EHR
Unique diagnosis days as a proxy for healthcare visits in electronic health record data Maxwell Salvatore* Maxwell Salvatore University of Pennsylvania
Electronic health record (EHR) data, which are not collected for research purposes, are subject to clinical informative observation processes that can introduce bias into their analysis. Therefore, EHR data analyses need to consider measures of healthcare utilization.
The total number of visits (TNV) is one conceptually simple metric that can present logistical challenges. For example, visit data are often stored separately from data of primary interest (e.g., diagnoses), and researchers may need to consider which visit types (e.g., outpatient, telehealth) are relevant. To limit data sharing, researchers may only have access to diagnosis code data. One alternative metric used in published research is the number of days with a diagnosis (NDD).

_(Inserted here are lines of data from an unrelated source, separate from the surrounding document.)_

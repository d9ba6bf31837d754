package sim

import (
	"math"
	"strings"
	"testing"

	"gonum.org/v1/gonum/spatial/r3"
)

// load parses a scenario held in a string, failing the test on error.
func load(t testing.TB, src string) *Scenario {
	t.Helper()
	sc, err := Load(strings.NewReader(src), "test.yaml", nil)
	if err != nil {
		t.Fatalf("load: %v", err)
	}
	return sc
}

// Minimum-jerk reference values (Flash & Hogan, 1985, J. Neurosci. 5(7),
// 1688–1703): for a point-to-point movement of distance D in time T the
// speed profile is bell-shaped with its peak 1.875·D/T at mid-movement, and
// velocity and acceleration are zero at both ends.
func TestMinJerkFlashHogan(t *testing.T) {
	const tol = 1e-9
	cases := []MinJerk{
		{From: r3.Vec{X: 0.2, Y: 0.1, Z: 0.9}, To: r3.Vec{X: 0.8, Y: -0.3, Z: 1.2}, Start: 1.5, Duration: 0.6},
		{From: r3.Vec{X: 1.4, Y: 3.9, Z: 0.95}, To: r3.Vec{X: 2.3, Y: 3.9, Z: 1.05}, Start: 2.8375, Duration: 0.35},
		{From: r3.Vec{}, To: r3.Vec{X: 0.05}, Start: 0, Duration: 2},
	}
	for _, m := range cases {
		D := r3.Norm(r3.Sub(m.To, m.From))
		T := m.Duration
		mid := m.Start + T/2
		if got, want := r3.Norm(m.Velocity(mid)), 1.875*D/T; math.Abs(got-want) > tol {
			t.Errorf("%+v: peak speed %.15g, want 1.875·D/T = %.15g (Flash & Hogan, 1985)", m, got, want)
		}
		// The peak is the maximum: no speed on a fine grid exceeds it.
		for k := 0; k <= 1000; k++ {
			tt := m.Start + T*float64(k)/1000
			if v := r3.Norm(m.Velocity(tt)); v > 1.875*D/T+tol {
				t.Errorf("%+v: speed %.15g at t=%g exceeds the mid-movement peak", m, v, tt)
			}
		}
		// The peak from the positions alone (central difference, error
		// O(h²) ≈ 1e-8 relative for h = 1e-5 s): independent of the
		// analytic derivative.
		const h = 1e-5
		fd := r3.Norm(r3.Sub(m.Position(mid+h), m.Position(mid-h))) / (2 * h)
		if want := 1.875 * D / T; math.Abs(fd-want) > 1e-6*want+1e-9 {
			t.Errorf("%+v: finite-difference peak speed %.12g, want %.12g", m, fd, want)
		}
		for _, end := range []float64{m.Start, m.Start + T} {
			if v := r3.Norm(m.Velocity(end)); v > tol {
				t.Errorf("%+v: speed %g at t=%g, want 0", m, v, end)
			}
			if a := r3.Norm(m.Acceleration(end)); a > tol {
				t.Errorf("%+v: acceleration %g at t=%g, want 0", m, a, end)
			}
		}
		if d := r3.Norm(r3.Sub(m.Position(m.Start), m.From)); d > tol {
			t.Errorf("%+v: starts %g m from From", m, d)
		}
		if d := r3.Norm(r3.Sub(m.Position(m.Start+T), m.To)); d > tol {
			t.Errorf("%+v: ends %g m from To", m, d)
		}
		// Half-way in time is half-way in space (the profile is symmetric).
		if d := r3.Norm(r3.Sub(m.Position(mid), r3.Scale(0.5, r3.Add(m.From, m.To)))); d > tol {
			t.Errorf("%+v: mid-movement position %g m off the midpoint", m, d)
		}
	}
}

// The analytic velocity and acceleration agree with finite differences of
// the position everywhere (central differences, h = 1e-5 s; tolerance set
// by the O(h²) truncation error and rounding).
func TestMinJerkDerivatives(t *testing.T) {
	m := MinJerk{From: r3.Vec{X: -0.3, Y: 0.4, Z: 1}, To: r3.Vec{X: 0.5, Y: 0.1, Z: 0.8}, Start: 0.25, Duration: 0.8}
	const h = 1e-5
	for k := 1; k < 100; k++ {
		tt := m.Start + m.Duration*float64(k)/100
		v := r3.Scale(1/(2*h), r3.Sub(m.Position(tt+h), m.Position(tt-h)))
		if d := r3.Norm(r3.Sub(v, m.Velocity(tt))); d > 1e-7 {
			t.Errorf("t=%g: velocity off finite difference by %g m/s", tt, d)
		}
		a := r3.Scale(1/(2*h), r3.Sub(m.Velocity(tt+h), m.Velocity(tt-h)))
		if d := r3.Norm(r3.Sub(a, m.Acceleration(tt))); d > 1e-5 {
			t.Errorf("t=%g: acceleration off finite difference by %g m/s²", tt, d)
		}
	}
}

// Fitts' law, Shannon form MT = a + b·log2(D/W + 1) (MacKenzie, 1992,
// Human–Computer Interaction 7, 91–139). The expected values are worked by
// hand with distances chosen so that D/W + 1 is a power of two.
func TestFittsDuration(t *testing.T) {
	cases := []struct{ a, b, d, w, want float64 }{
		{0.1, 0.15, 0.30, 0.02, 0.7},  // log2(15+1) = 4: 0.1 + 0.15·4
		{0.05, 0.2, 0.75, 0.05, 0.85}, // log2(15+1) = 4: 0.05 + 0.2·4
		{0, 0.1, 0.7, 0.1, 0.3},       // log2(7+1) = 3: 0 + 0.1·3
		{0.2, 0.12, 0.04, 0.04, 0.32}, // log2(1+1) = 1: 0.2 + 0.12
		{0.1, 0.15, 0, 0.05, 0.1},     // no distance: the intercept
		{0.08, 0.1, 0.62, 0.02, 0.58}, // log2(31+1) = 5: 0.08 + 0.1·5
		{0.1, 0.15, 1.26, 0.02, 1.0},  // log2(63+1) = 6: 0.1 + 0.9
	}
	for _, c := range cases {
		if got := FittsDuration(c.a, c.b, c.d, c.w); math.Abs(got-c.want) > 1e-12 {
			t.Errorf("FittsDuration(a=%g, b=%g, D=%g, W=%g) = %.15g, want %g", c.a, c.b, c.d, c.w, got, c.want)
		}
	}
}

// A reach without a duration takes the Fitts time of its distance and
// width; with the scenario's a and b.
func TestReachUsesFitts(t *testing.T) {
	sc := load(t, `
fitts: {a: 50ms, b: 200ms, width: 0.05}
tremor: {rms: 0}
stations:
  - {name: far, at: [0.75, 0.0, 1.0]}
operators:
  - name: op1
    at: [0, 0]
    hands:
      - {name: right, rest: [0, 0, 1.0]}
    timeline:
      - reach: {hand: right, to: far}                  # D = 0.75, W = 0.05
      - reach: {hand: right, to: [0.75, 0.7, 1.0], width: 0.1} # D = 0.7, W = 0.1
      - reach: {hand: right, to: [0.75, 0.7, 1.0]}     # D = 0: a
`)
	acts := sc.Run(1).Actions()
	want := []float64{
		0.05 + 0.2*4, // log2(0.75/0.05 + 1) = log2 16
		0.05 + 0.2*3, // log2(0.7/0.1 + 1) = log2 8
		0.05,         // log2(0 + 1) = 0
	}
	if len(acts) != len(want) {
		t.Fatalf("%d actions, want %d", len(acts), len(want))
	}
	for i, a := range acts {
		if got := a.End - a.Start; math.Abs(got-want[i]) > 1e-12 {
			t.Errorf("reach %d: %.15g s, want %g s", i, got, want[i])
		}
	}
}

// Walking carries the hands at the set speed: the walk takes distance /
// speed, the body moves at that speed, and the hands end at rest in front
// of the body, facing the walking direction.
func TestWalk(t *testing.T) {
	sc := load(t, `
tremor: {rms: 0}
operators:
  - name: op1
    at: [1.0, 0.5]
    heading: 0
    hands:
      - {name: left, rest: [0.3, 0.2, 1.0]}
      - {name: right, rest: [0.3, -0.2, 1.0]}
    timeline:
      - walk: {to: [1.0, 4.5], standoff: 0.8}   # 3.2 m north at 1.6 m/s (ISO 13855)
      - walk: {to: [4.0, 3.7], speed: 1.2}      # 3.0 m east at 1.2 m/s
`)
	r := sc.Run(1)
	acts := r.Actions()
	if len(acts) != 2 {
		t.Fatalf("%d actions, want 2", len(acts))
	}
	if got := acts[0].End - acts[0].Start; math.Abs(got-2.0) > 1e-12 {
		t.Errorf("first walk takes %g s, want 3.2/1.6 = 2", got)
	}
	if got := acts[1].End - acts[1].Start; math.Abs(got-2.5) > 1e-12 {
		t.Errorf("second walk takes %g s, want 3.0/1.2 = 2.5", got)
	}
	if d := r3.Norm(r3.Sub(acts[0].To, r3.Vec{X: 1, Y: 3.7})); d > 1e-12 {
		t.Errorf("first walk stops at %v, want 0.8 m short of (1, 4.5)", acts[0].To)
	}
	// Facing north after the first walk: forward is +y, left is −x.
	left, _ := r.Position("op1/left", 2.0)
	if d := r3.Norm(r3.Sub(left, r3.Vec{X: 0.8, Y: 4.0, Z: 1.0})); d > 1e-9 {
		t.Errorf("left hand at %v after the first walk, want (0.8, 4.0, 1.0)", left)
	}
	// Facing east after the second: forward +x, right is −y.
	right, _ := r.Position("op1/right", 4.5)
	if d := r3.Norm(r3.Sub(right, r3.Vec{X: 4.3, Y: 3.5, Z: 1.0})); d > 1e-9 {
		t.Errorf("right hand at %v after the second walk, want (4.3, 3.5, 1.0)", right)
	}
	// Mid-walk, past the blend, the hands' mean moves with the body at the
	// walking speed along the walk (swing is antiphase, so it cancels in
	// the mean of the two hands).
	mean := func(t float64) r3.Vec {
		l, _ := r.Position("op1/left", t)
		rr, _ := r.Position("op1/right", t)
		return r3.Scale(0.5, r3.Add(l, rr))
	}
	v := r3.Scale(1/0.4, r3.Sub(mean(1.2), mean(0.8)))
	if math.Abs(v.Y-1.6) > 1e-9 || math.Abs(v.X) > 1e-9 {
		t.Errorf("hands' mean velocity mid-walk %v, want (0, 1.6, 0)", v)
	}
}

// A sweep turns the hand about the vertical axis through the centre by the
// given angle: the end is the start rotated, the radius stays.
func TestSweep(t *testing.T) {
	sc := load(t, `
tremor: {rms: 0}
operators:
  - name: op1
    at: [0, 0]
    hands:
      - {name: right, rest: [0.5, 0, 1.0]}
    timeline:
      - sweep: {hand: right, center: [0.0, 0.0], angle: 90, rise: 0.1, duration: 1s}
`)
	r := sc.Run(1)
	end, _ := r.Position("op1/right", 1.0)
	if d := r3.Norm(r3.Sub(end, r3.Vec{X: 0, Y: 0.5, Z: 1.1})); d > 1e-12 {
		t.Errorf("sweep ends at %v, want (0, 0.5, 1.1)", end)
	}
	for k := 0; k <= 100; k++ {
		p, _ := r.Position("op1/right", float64(k)/100)
		if rad := math.Hypot(p.X, p.Y); math.Abs(rad-0.5) > 1e-12 {
			t.Fatalf("radius %g at t=%g, want 0.5", rad, float64(k)/100)
		}
	}
	mid, _ := r.Position("op1/right", 0.5)
	if ang := math.Atan2(mid.Y, mid.X); math.Abs(ang-math.Pi/4) > 1e-12 {
		t.Errorf("half-way angle %g rad, want π/4 (symmetric minimum-jerk profile)", ang)
	}
}

// Pick-and-place: each cycle is pick, dwell, place, dwell, and the hand is
// at the stations at the ends of the moves.
func TestPickPlace(t *testing.T) {
	sc := load(t, `
tremor: {rms: 0}
stations:
  - {name: tote, at: [0.5, 0.3, 0.8]}
  - {name: bench, at: [0.5, -0.3, 0.9]}
operators:
  - name: op1
    at: [0, 0]
    timeline:
      - pick_place: {hand: right, from: tote, to: bench, cycles: 3, dwell: 250ms, duration: 600ms, lift: 0.1}
`)
	r := sc.Run(1)
	acts := r.Actions()
	if len(acts) != 12 {
		t.Fatalf("%d actions, want 12 (3 cycles of pick, dwell, place, dwell)", len(acts))
	}
	kinds := []string{KindPick, KindDwell, KindPlace, KindDwell}
	for i, a := range acts {
		if a.Kind != kinds[i%4] || a.Cycle != i/4 {
			t.Errorf("action %d: %s cycle %d, want %s cycle %d", i, a.Kind, a.Cycle, kinds[i%4], i/4)
		}
		wantStart := float64(i/2)*0.85 + float64(i%2)*0.6
		if math.Abs(a.Start-wantStart) > 1e-9 {
			t.Errorf("action %d starts at %g, want %g", i, a.Start, wantStart)
		}
		if a.Kind == KindPick || a.Kind == KindPlace {
			p, _ := r.Position("op1/right", a.End)
			want := r3.Vec{X: 0.5, Y: 0.3, Z: 0.8}
			if a.Kind == KindPlace {
				want = r3.Vec{X: 0.5, Y: -0.3, Z: 0.9}
			}
			if d := r3.Norm(r3.Sub(p, want)); d > 1e-12 {
				t.Errorf("action %d (%s) ends at %v, want %v", i, a.Kind, p, want)
			}
			// the lift raises the middle of the move by 0.1 m
			m, _ := r.Position("op1/right", (a.Start+a.End)/2)
			if mz := (a.From.Z+a.To.Z)/2 + 0.1; math.Abs(m.Z-mz) > 1e-12 {
				t.Errorf("action %d: mid-move height %g, want %g", i, m.Z, mz)
			}
		}
	}
}

// The true trajectories of the demo scenario are continuous: no jump
// between samples 0.1 ms apart larger than a hand moving at 20 m/s would
// make.
func TestTrajectoriesContinuous(t *testing.T) {
	sc := loadFile(t, "demo.yaml")
	r := sc.Run(3)
	const dt = 1e-4
	for _, tr := range r.Tracks() {
		prev, _ := r.Position(tr, 0)
		for k := 1; float64(k)*dt <= r.Duration(); k++ {
			p, _ := r.Position(tr, float64(k)*dt)
			if d := r3.Norm(r3.Sub(p, prev)); d > 20*dt {
				t.Fatalf("%s: jump of %g m at t=%g", tr, d, float64(k)*dt)
			}
			prev = p
		}
	}
}

// Parallel steps start together; a step with at waits for its time.
func TestParallelAndAt(t *testing.T) {
	sc := load(t, `
operators:
  - name: op1
    at: [0, 0]
    timeline:
      - reach: {hand: right, to: [0.6, -0.2, 1.0], duration: 500ms}
      - parallel: true
        reach: {hand: left, to: [0.6, 0.2, 1.0], duration: 800ms}
      - at: 2s
        pause: 1s
      - at: 1s              # already past: starts when the pause ends
        reach: {hand: left, to: rest, duration: 400ms}
`)
	acts := sc.Run(1).Actions()
	want := [][2]float64{{0, 0.5}, {0, 0.8}, {2, 3}, {3, 3.4}}
	for i, a := range acts {
		if math.Abs(a.Start-want[i][0]) > 1e-12 || math.Abs(a.End-want[i][1]) > 1e-12 {
			t.Errorf("action %d (%s %s): [%g, %g], want %v", i, a.Kind, a.Track, a.Start, a.End, want[i])
		}
	}
}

Using data from the 340,390 NIH All of Us Research Program participants, I explored (a) the partial correlation coefficients (adjusted for demographics) between TNV and each of 92 defined visit types, (b) the Pearson correlation coefficient between TNV and NDD overall and by sex and race/ethnicity, and (c) whether the choice between TNV or NDD substantially changes the regression coefficient for sex on bladder cancer.
Partial correlations between visit types and TNV varied substantially, ranging from less than 0.001 to 0.918 (outpatient visit).
The correlation between TNV and NDD was remarkably strong (0.877 [95% CI: 0.877, 0.878]). Some heterogeneity was observed across sex (0.885 among males and 0.873 among females) and race/ethnicity (Non-Hispanic (NH) Asian: 0.903; NH Black: 0.850; Hispanic/Latino: 0.854; NH White: 0.893).
The choice to adjust for TNV (male OR 2.63 [95% CI: 2.41, 2.86]) or NDD (2.69 [95% CI: 2.47, 2.93]) did not result in substantially different estimates of the association between sex and bladder cancer.
The use of NDD is straightforward to obtain and can serve as a proxy for TNV in analyses. Future work should validate NDD as a proxy across healthcare settings and patient subgroups.